• [Task goal]:
Please give again, word for word, the lines that lie between the start of the listing below and the line with "ends included. */", both included.

———

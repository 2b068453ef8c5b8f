/** A how-to page as a notebook: its texts as Markdown cells, its `ts` blocks as code cells. */
export function howToNotebook(page: string): string;
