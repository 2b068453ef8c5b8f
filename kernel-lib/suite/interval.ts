import type { ExpressionNode } from './expression-parse';

/** A value known only to lie between two bounds, ends included. */
export interface Interval {
  readonly low: number;
  readonly high: number;
}

const everything: Interval = { low: -Infinity, high: Infinity };
const ofNumbers = (...numbers: number[]): Interval => (numbers.some(Number.isNaN) ? everything : { low: Math.min(...numbers), high: Math.max(...numbers) });
/** 0 × ∞ counts as 0: an unbounded but finite value times an exact zero is zero. */
const times = (a: number, b: number): number => (a === 0 || b === 0 ? 0 : a * b);

function product(a: Interval, b: Interval): Interval {
  return ofNumbers(times(a.low, b.low), times(a.low, b.high), times(a.high, b.low), times(a.high, b.high));
}

function reciprocal({ low, high }: Interval): Interval {
  if (low > 0 || high < 0) return ofNumbers(1 / low, 1 / high);
  if (low === 0 && high > 0) return { low: 1 / high, high: Infinity };
  if (high === 0 && low < 0) return { low: -Infinity, high: 1 / low };
  return everything;
}

function power(base: Interval, exponent: Interval): Interval {
  if (base.low < 0) return exponent.low === exponent.high && Number.isInteger(exponent.low) && base.low === base.high ? ofNumbers(base.low ** exponent.low) : everything;
  return ofNumbers(base.low ** exponent.low, base.low ** exponent.high, base.high ** exponent.low, base.high ** exponent.high);
}

const monotonic: Readonly<Record<string, (value: number) => number>> = {
  log10: (value) => Math.log10(Math.max(0, value)),
  ln: (value) => Math.log(Math.max(0, value)),
  exp: Math.exp,
  sqrt: (value) => Math.sqrt(Math.max(0, value)),
};

/** The bounds of an expression when its operands are known only within bounds (interval arithmetic). */
export function boundsOf(node: ExpressionNode, operand: (column: ExpressionNode & { kind: 'column' }) => Interval): Interval {
  switch (node.kind) {
    case 'number':
      return { low: node.value, high: node.value };
    case 'column':
      return operand(node);
    case 'negate': {
      const of = boundsOf(node.of, operand);
      return { low: -of.high, high: -of.low };
    }
    case 'binary': {
      const left = boundsOf(node.left, operand);
      const right = boundsOf(node.right, operand);
      if (node.operator === '+') return { low: left.low + right.low, high: left.high + right.high };
      if (node.operator === '-') return { low: left.low - right.high, high: left.high - right.low };
      if (node.operator === '*') return product(left, right);
      if (node.operator === '/') return product(left, reciprocal(right));
      return power(left, right);
    }
    case 'call': {
      const [first, second] = node.arguments.map((argument) => boundsOf(argument, operand));
      if (node.name === 'min') return { low: Math.min(first.low, second.low), high: Math.min(first.high, second.high) };
      if (node.name === 'max') return { low: Math.max(first.low, second.low), high: Math.max(first.high, second.high) };
      if (node.name === 'abs') {
        const ends = ofNumbers(Math.abs(first.low), Math.abs(first.high));
        return first.low <= 0 && first.high >= 0 ? { low: 0, high: ends.high } : ends;
      }
      return { low: monotonic[node.name](first.low), high: monotonic[node.name](first.high) };
    }
  }
}
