import { createHash } from 'node:crypto';
import { readFileSync } from 'node:fs';
import { basename, resolve } from 'node:path';

/** A file that this process has read as input, as it was when it was read. */
export interface InputFile {
  /** Absolute path on this machine; a record that leaves the machine keeps only the name or a relative path. */
  readonly path: string;
  readonly name: string;
  readonly sha256: string;
  readonly bytes: number;
}

// On the global object, because the library that a notebook imports need not be the copy that its kernel was started from.
const key = Symbol.for('wedgework.inputs');
const shared = globalThis as { [key]?: Map<string, InputFile> };
const read = (shared[key] ??= new Map());

/**
 * Notes that a file was read as input, for the record of a run. Every reader of a user's file calls this with the bytes that it used.
 *
 * @param path as the user gave it
 * @param content what was read
 * @param sha256 of the content, where the caller has it already
 */
export function noteInput(path: string, content: Uint8Array, sha256 = createHash('sha256').update(content).digest('hex')): InputFile {
  const absolute = resolve(path);
  const input: InputFile = { path: absolute, name: basename(path), sha256, bytes: content.byteLength };
  read.set(absolute, input);
  return input;
}

/**
 * Reads a user's file whole and notes it as an input.
 *
 * @throws Error naming the file when it is not there or cannot be read
 */
export function readInput(path: string): { readonly content: Buffer; readonly input: InputFile } {
  let content: Buffer;
  try {
    content = readFileSync(path);
  } catch (error) {
    const reason = (error as NodeJS.ErrnoException).code === 'ENOENT' ? 'there is no such file' : (error as Error).message;
    throw new Error(`${path} cannot be read: ${reason}. Paths count from the notebook's own folder.`);
  }
  return { content, input: noteInput(path, content) };
}

/** Every file that this process has read as input, in order. */
export function inputsRead(): readonly InputFile[] {
  return [...read.values()];
}
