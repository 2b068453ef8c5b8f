/** A value that a step may record about itself: plain data, so that it can be written down and compared. */
export type StepDetail = string | number | boolean | null | readonly StepDetail[] | { readonly [name: string]: StepDetail };

/** One step that made a result: what was done, with which parameters, by which published method. */
export interface Step {
  /** The public function that did it, e.g. `readAssays`, `volatileFree`. */
  readonly what: string;
  /** Its parameters and what it found worth telling (counts, seed, file name and SHA-256 …). */
  readonly detail: { readonly [name: string]: StepDetail };
  /** Source keys (reference-tables/bibliography/) of the methods and tables used. */
  readonly sources: readonly string[];
  /** Paths inside reference-tables/ of the tables used. */
  readonly tables: readonly string[];
}

/** Anything that can say what made it. */
export interface Traced {
  readonly lineage: readonly Step[];
}

/** A step with the parts that it does not need left empty. */
export function step(what: string, detail: Step['detail'] = {}, from: { sources?: readonly string[]; tables?: readonly string[] } = {}): Step {
  return { what, detail, sources: from.sources ?? [], tables: from.tables ?? [] };
}
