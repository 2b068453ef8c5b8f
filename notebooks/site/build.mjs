#!/usr/bin/env node
// npm run docs: the static site in .artifacts/site/. Gallery notebooks and how-to pages are run, so that what they show is what the
// library does today; the API comes from the doc comments; schemes and reference tables come from reference-tables/ itself.
import { execFileSync } from 'node:child_process';
import { copyFileSync, mkdirSync, readdirSync, readFileSync, rmSync, writeFileSync } from 'node:fs';
import { createRequire } from 'node:module';
import { basename, dirname, join } from 'node:path';
import { fileURLToPath } from 'node:url';
import MarkdownIt from 'markdown-it';
import Papa from 'papaparse';
import { howToNotebook } from './how-to-notebook.mjs';

const here = dirname(fileURLToPath(import.meta.url));
const root = join(here, '..', '..');
const site = join(root, '.artifacts', 'site');
const ww = createRequire(import.meta.url)('../../kernel-lib/dist/index.js');
const markdown = new MarkdownIt({ html: false });
const escape = ww.escapeHtml;

rmSync(site, { recursive: true, force: true });
mkdirSync(join(site, 'gallery'), { recursive: true });
mkdirSync(join(site, 'how-to'), { recursive: true });

/** Runs a notebook from its own folder and writes it as a page. A page that fails stops the build: documentation that is wrong is worse than none. */
async function page(notebook, target, scratch) {
  const run = await ww.runNotebook(notebook, { html: target, folder: join(root, 'notebooks'), scratch });
  if (run.status !== 'ok') throw new Error(`${basename(notebook)}: code cell ${run.failures[0]?.cell}: ${run.failures[0]?.ename}: ${run.failures[0]?.evalue}`);
  console.log(`  ${basename(target)} (${run.seconds.toFixed(1)} s)`);
  const heading = run.notebook.cells.find(({ type }) => type === 'markdown')?.source.match(/^#\s+(.+)$/m)?.[1];
  return { file: basename(target), title: heading ?? basename(target, '.html') };
}

const scratch = join(root, '.artifacts', 'site-scratch');
mkdirSync(scratch, { recursive: true });
console.log('Gallery');
const gallery = [];
for (const file of readdirSync(join(root, 'notebooks')).filter((name) => name.endsWith('.ipynb')).sort()) {
  gallery.push(await page(join(root, 'notebooks', file), join(site, 'gallery', file.replace('.ipynb', '.html')), scratch));
}
console.log('How-to pages');
const howTo = [];
for (const file of readdirSync(join(root, 'notebooks', 'how-to')).sort()) {
  const notebook = join(scratch, file.replace('.md', '.ipynb'));
  writeFileSync(notebook, howToNotebook(readFileSync(join(root, 'notebooks', 'how-to', file), 'utf8')));
  howTo.push(await page(notebook, join(site, 'how-to', file.replace('.md', '.html')), scratch));
}
rmSync(scratch, { recursive: true, force: true });

console.log('API');
execFileSync(process.execPath, [join(root, 'node_modules', 'typedoc', 'bin', 'typedoc'), '--options', join(here, 'typedoc.json'), '--out', join(site, 'api')], { cwd: root, stdio: ['ignore', 'ignore', 'inherit'] });

const style = readFileSync(join(here, 'site.css'), 'utf8');
const shell = (title, body, up = '') =>
  `<!DOCTYPE html>\n<html lang="en">\n<head>\n<meta charset="utf-8">\n<meta name="viewport" content="width=device-width, initial-scale=1">\n<title>${escape(title)}</title>\n<style>${style}</style>\n</head>\n<body>\n<header><a href="${up}index.html">wedgework</a></header>\n<main>\n<h1>${escape(title)}</h1>\n${body}\n</main>\n</body>\n</html>\n`;
const table = (heads, rows) =>
  `<table><thead><tr>${heads.map((head) => `<th scope="col">${escape(head)}</th>`).join('')}</tr></thead><tbody>\n${rows.map((row) => `<tr>${row.map((cell) => `<td>${escape(String(cell ?? ''))}</td>`).join('')}</tr>`).join('\n')}\n</tbody></table>`;

console.log('Schemes and tables');
const { schemes } = ww.schemes.list();
writeFileSync(join(site, 'schemes.html'), shell('Classification schemes', `<p>Each is one file in reference-tables/schemes/. "From memory" means that nobody has yet checked the geometry against its source.</p>\n${table(
  ['key', 'title', 'kind', 'basis', 'standing', 'limits of use', 'sources'],
  schemes.map((scheme) => [scheme.key, scheme.title, scheme.kind, scheme.basis, scheme.standing, scheme.limits.join(' '), scheme.sources.map((key) => (ww.bibliography().has(key) ? ww.shortSource(key) : key)).join('; ')]),
)}`));

const folder = ww.referenceFolder();
const standings = readdirSync(folder, { recursive: true }).map(String).filter((file) => file.endsWith('.csv')).sort().map((file) => {
  const { data, meta } = Papa.parse(readFileSync(join(folder, file), 'utf8'), { header: true, skipEmptyLines: true });
  const count = (standing) => data.filter((row) => row.standing === standing).length;
  const sources = new Set(data.map((row) => row.source).filter(Boolean));
  return [file, data.length, (meta.fields ?? []).join(', '), count('verified'), count('checked once'), count('computed'), count('from memory'), sources.size];
});
writeFileSync(join(site, 'tables.html'), shell('Reference tables', `<p>Every published number that the library relies on, with how far it has been checked.</p>\n${table(
  ['table', 'rows', 'columns', 'verified', 'checked once', 'computed', 'from memory', 'sources'], standings)}\n<h2>Bibliography</h2>\n<ul>\n${[...ww.bibliography().keys()].sort().map((key) => `<li>${escape(ww.formatSource(key))}</li>`).join('\n')}\n</ul>`));

const links = (folderName, pages) => `<ul>\n${pages.map(({ file, title }) => `<li><a href="${folderName}/${file}">${escape(title)}</a></li>`).join('\n')}\n</ul>`;
const readme = readFileSync(join(root, 'README.md'), 'utf8');
const job = readme.slice(readme.indexOf('**The job.**')).split('\n\n')[0];
writeFileSync(join(site, 'index.html'), shell('wedgework', `${markdown.render(job)}\n<h2>Gallery</h2>\n${links('gallery', gallery)}\n<h2>How to …</h2>\n${links('how-to', howTo)}\n<h2>Reference</h2>\n<ul>\n<li><a href="api/index.html">Functions and types</a></li>\n<li><a href="schemes.html">Classification schemes</a></li>\n<li><a href="tables.html">Reference tables and bibliography</a></li>\n</ul>`));
copyFileSync(join(root, 'LICENSE'), join(site, 'LICENSE.txt'));
console.log(`Site: ${join('.artifacts', 'site', 'index.html')}`);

———

• [Expected answer]:
repository 2b068453ef8c5b8f
/** A how-to page as a notebook: its texts as Markdown cells, its `ts` blocks as code cells. */
export function howToNotebook(page: string): string;
repository 2b068453ef8c5b8f
filename kernel-lib/suite/interval.ts
import type { ExpressionNode } from './expression-parse';

/** A value known only to lie between two bounds, ends included. */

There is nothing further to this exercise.